Segment Start: Task inputs

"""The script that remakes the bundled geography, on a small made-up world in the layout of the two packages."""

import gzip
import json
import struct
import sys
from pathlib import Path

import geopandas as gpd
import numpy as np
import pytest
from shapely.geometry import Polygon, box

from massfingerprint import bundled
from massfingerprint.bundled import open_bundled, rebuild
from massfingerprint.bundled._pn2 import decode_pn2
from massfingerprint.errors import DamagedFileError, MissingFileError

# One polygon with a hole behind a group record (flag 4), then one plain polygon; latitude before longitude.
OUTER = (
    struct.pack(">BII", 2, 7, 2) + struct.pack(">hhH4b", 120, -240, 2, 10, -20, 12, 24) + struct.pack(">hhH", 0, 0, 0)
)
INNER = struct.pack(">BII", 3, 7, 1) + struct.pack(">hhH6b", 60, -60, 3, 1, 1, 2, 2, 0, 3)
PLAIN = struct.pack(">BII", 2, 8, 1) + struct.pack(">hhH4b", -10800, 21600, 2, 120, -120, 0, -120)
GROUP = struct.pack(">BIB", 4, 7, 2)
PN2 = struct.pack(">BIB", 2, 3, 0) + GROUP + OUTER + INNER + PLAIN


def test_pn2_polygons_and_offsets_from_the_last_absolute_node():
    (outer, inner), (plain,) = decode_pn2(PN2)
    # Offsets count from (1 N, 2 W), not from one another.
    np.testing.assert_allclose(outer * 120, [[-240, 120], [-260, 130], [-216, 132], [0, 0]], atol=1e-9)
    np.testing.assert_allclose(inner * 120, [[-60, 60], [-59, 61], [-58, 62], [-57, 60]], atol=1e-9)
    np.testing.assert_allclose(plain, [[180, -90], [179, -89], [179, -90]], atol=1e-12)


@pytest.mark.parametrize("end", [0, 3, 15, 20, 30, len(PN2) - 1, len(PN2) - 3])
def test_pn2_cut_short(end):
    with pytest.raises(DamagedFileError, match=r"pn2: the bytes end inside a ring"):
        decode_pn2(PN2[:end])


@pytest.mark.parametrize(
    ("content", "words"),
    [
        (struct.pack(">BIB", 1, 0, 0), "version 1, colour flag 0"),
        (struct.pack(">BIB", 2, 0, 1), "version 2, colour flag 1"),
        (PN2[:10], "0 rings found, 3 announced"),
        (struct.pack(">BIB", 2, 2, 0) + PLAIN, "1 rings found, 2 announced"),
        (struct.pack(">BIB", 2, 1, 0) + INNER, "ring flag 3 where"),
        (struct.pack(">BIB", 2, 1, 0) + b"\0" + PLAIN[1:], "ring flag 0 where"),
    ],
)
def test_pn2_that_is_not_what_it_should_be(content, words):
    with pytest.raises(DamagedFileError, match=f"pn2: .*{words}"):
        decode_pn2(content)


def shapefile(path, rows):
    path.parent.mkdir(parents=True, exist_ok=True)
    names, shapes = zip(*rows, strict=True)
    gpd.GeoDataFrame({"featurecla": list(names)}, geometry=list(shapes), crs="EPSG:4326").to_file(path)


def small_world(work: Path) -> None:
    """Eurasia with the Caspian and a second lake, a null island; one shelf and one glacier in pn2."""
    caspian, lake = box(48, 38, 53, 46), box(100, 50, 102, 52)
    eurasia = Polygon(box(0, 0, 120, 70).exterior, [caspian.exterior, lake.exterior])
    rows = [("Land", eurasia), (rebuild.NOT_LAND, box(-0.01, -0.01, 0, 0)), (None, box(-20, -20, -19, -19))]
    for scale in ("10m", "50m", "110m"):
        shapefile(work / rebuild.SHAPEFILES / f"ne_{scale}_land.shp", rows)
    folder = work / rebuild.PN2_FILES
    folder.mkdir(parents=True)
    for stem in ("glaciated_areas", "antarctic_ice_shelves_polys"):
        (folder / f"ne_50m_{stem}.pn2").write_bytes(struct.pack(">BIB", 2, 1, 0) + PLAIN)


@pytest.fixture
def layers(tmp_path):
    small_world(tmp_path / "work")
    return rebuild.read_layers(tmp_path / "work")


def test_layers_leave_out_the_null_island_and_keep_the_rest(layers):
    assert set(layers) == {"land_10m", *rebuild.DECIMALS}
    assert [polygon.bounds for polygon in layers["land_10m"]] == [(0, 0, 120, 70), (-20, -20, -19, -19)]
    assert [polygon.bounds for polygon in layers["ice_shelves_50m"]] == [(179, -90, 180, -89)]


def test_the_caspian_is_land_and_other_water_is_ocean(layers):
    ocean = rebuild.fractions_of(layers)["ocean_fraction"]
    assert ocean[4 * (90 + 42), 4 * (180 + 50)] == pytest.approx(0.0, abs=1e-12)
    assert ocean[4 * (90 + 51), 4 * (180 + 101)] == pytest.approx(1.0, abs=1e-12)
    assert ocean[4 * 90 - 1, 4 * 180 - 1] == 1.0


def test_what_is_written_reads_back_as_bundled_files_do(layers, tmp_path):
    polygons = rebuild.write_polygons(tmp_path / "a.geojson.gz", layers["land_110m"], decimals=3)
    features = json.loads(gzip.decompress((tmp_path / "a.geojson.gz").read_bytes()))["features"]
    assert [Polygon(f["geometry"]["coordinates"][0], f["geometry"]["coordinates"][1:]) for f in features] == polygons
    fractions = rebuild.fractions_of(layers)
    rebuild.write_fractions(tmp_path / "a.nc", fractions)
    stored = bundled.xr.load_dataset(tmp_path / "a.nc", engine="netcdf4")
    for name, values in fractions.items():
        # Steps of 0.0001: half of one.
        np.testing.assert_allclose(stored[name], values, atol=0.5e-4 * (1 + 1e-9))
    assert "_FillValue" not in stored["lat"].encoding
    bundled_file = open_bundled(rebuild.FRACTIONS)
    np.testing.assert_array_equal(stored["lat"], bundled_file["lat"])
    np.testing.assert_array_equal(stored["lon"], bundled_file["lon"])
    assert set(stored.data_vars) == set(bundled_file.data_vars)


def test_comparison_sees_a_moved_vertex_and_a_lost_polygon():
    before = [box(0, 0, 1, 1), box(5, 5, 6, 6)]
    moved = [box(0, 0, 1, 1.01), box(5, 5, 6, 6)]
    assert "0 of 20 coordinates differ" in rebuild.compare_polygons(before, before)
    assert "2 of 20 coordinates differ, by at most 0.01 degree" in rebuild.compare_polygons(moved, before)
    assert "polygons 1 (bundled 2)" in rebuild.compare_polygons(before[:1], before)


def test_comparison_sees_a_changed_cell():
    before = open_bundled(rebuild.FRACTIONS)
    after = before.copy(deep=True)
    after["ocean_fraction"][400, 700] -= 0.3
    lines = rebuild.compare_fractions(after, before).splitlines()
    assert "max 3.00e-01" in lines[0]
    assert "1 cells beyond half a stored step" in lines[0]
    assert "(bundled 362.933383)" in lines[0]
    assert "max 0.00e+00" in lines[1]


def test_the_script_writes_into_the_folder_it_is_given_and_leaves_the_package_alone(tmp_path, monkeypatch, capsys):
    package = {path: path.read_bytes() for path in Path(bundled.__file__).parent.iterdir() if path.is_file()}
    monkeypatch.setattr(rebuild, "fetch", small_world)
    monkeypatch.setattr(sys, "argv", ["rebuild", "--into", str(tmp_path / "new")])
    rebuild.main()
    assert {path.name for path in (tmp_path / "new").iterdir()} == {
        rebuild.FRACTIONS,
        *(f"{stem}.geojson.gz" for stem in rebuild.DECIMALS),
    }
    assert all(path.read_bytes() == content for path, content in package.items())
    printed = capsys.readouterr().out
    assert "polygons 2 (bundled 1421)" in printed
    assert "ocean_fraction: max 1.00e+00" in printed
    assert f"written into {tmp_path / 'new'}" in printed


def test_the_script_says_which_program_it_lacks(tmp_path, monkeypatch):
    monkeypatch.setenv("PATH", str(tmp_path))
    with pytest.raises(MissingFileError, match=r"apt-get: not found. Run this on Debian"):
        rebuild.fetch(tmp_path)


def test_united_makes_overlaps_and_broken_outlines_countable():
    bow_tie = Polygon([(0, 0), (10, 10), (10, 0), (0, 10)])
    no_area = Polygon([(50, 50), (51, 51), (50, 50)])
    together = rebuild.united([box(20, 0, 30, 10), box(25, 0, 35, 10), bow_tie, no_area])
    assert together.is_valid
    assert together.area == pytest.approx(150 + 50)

Segment End: Task inputs
Segment Start: Task inputs

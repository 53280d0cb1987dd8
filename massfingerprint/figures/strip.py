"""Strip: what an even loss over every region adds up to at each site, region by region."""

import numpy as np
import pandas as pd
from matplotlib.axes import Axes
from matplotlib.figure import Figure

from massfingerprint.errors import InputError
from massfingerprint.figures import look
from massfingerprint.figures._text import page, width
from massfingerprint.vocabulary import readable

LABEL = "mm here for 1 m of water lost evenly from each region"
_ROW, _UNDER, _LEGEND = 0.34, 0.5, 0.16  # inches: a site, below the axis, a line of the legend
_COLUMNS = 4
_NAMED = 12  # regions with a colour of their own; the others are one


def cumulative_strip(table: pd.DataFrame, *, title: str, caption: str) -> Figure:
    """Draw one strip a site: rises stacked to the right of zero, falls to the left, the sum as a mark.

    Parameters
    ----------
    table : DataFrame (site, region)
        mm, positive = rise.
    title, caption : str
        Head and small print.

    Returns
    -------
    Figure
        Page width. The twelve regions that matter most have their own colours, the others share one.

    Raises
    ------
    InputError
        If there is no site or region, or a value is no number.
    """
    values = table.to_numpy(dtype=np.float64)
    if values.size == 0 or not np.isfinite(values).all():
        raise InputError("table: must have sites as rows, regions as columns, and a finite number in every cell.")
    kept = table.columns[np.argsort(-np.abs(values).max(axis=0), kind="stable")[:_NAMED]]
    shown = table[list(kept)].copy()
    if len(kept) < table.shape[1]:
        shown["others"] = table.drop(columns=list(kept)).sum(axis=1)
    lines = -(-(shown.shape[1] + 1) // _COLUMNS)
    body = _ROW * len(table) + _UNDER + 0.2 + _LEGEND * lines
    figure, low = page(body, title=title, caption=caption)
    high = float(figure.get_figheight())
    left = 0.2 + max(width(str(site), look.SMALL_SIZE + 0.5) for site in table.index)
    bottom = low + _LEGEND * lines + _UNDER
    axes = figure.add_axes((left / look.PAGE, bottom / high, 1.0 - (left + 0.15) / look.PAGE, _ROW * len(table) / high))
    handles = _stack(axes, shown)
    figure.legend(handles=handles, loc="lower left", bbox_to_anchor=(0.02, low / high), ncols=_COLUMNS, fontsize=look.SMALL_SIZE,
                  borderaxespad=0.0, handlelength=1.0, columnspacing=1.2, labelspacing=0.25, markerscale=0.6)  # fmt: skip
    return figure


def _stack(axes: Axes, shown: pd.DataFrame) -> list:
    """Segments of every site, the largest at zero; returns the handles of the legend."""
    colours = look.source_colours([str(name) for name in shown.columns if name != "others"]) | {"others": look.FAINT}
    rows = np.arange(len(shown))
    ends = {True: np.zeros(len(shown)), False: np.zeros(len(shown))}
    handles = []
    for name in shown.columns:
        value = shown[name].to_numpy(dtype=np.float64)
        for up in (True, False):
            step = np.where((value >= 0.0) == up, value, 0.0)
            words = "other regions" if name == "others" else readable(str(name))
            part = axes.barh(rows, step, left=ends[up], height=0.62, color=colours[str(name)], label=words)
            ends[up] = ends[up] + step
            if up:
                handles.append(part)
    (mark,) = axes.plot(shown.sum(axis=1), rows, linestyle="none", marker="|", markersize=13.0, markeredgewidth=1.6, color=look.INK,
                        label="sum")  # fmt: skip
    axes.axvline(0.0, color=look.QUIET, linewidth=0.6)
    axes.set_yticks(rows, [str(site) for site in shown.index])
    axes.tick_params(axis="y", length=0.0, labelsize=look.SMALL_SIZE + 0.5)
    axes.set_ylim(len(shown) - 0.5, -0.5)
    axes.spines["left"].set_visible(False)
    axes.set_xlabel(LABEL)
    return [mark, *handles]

Segment End: Task inputs

Once you find the line with "script that remakes" in the entries above, output it and each line after it up to and including the line with "from massfingerprint.bundled import", and nothing else.

• Response:
"""The script that remakes the bundled geography, on a small made-up world in the layout of the two packages."""

import gzip
import json
import struct
import sys
from pathlib import Path

import geopandas as gpd
import numpy as np
import pytest
from shapely.geometry import Polygon, box

from massfingerprint import bundled
from massfingerprint.bundled import open_bundled, rebuild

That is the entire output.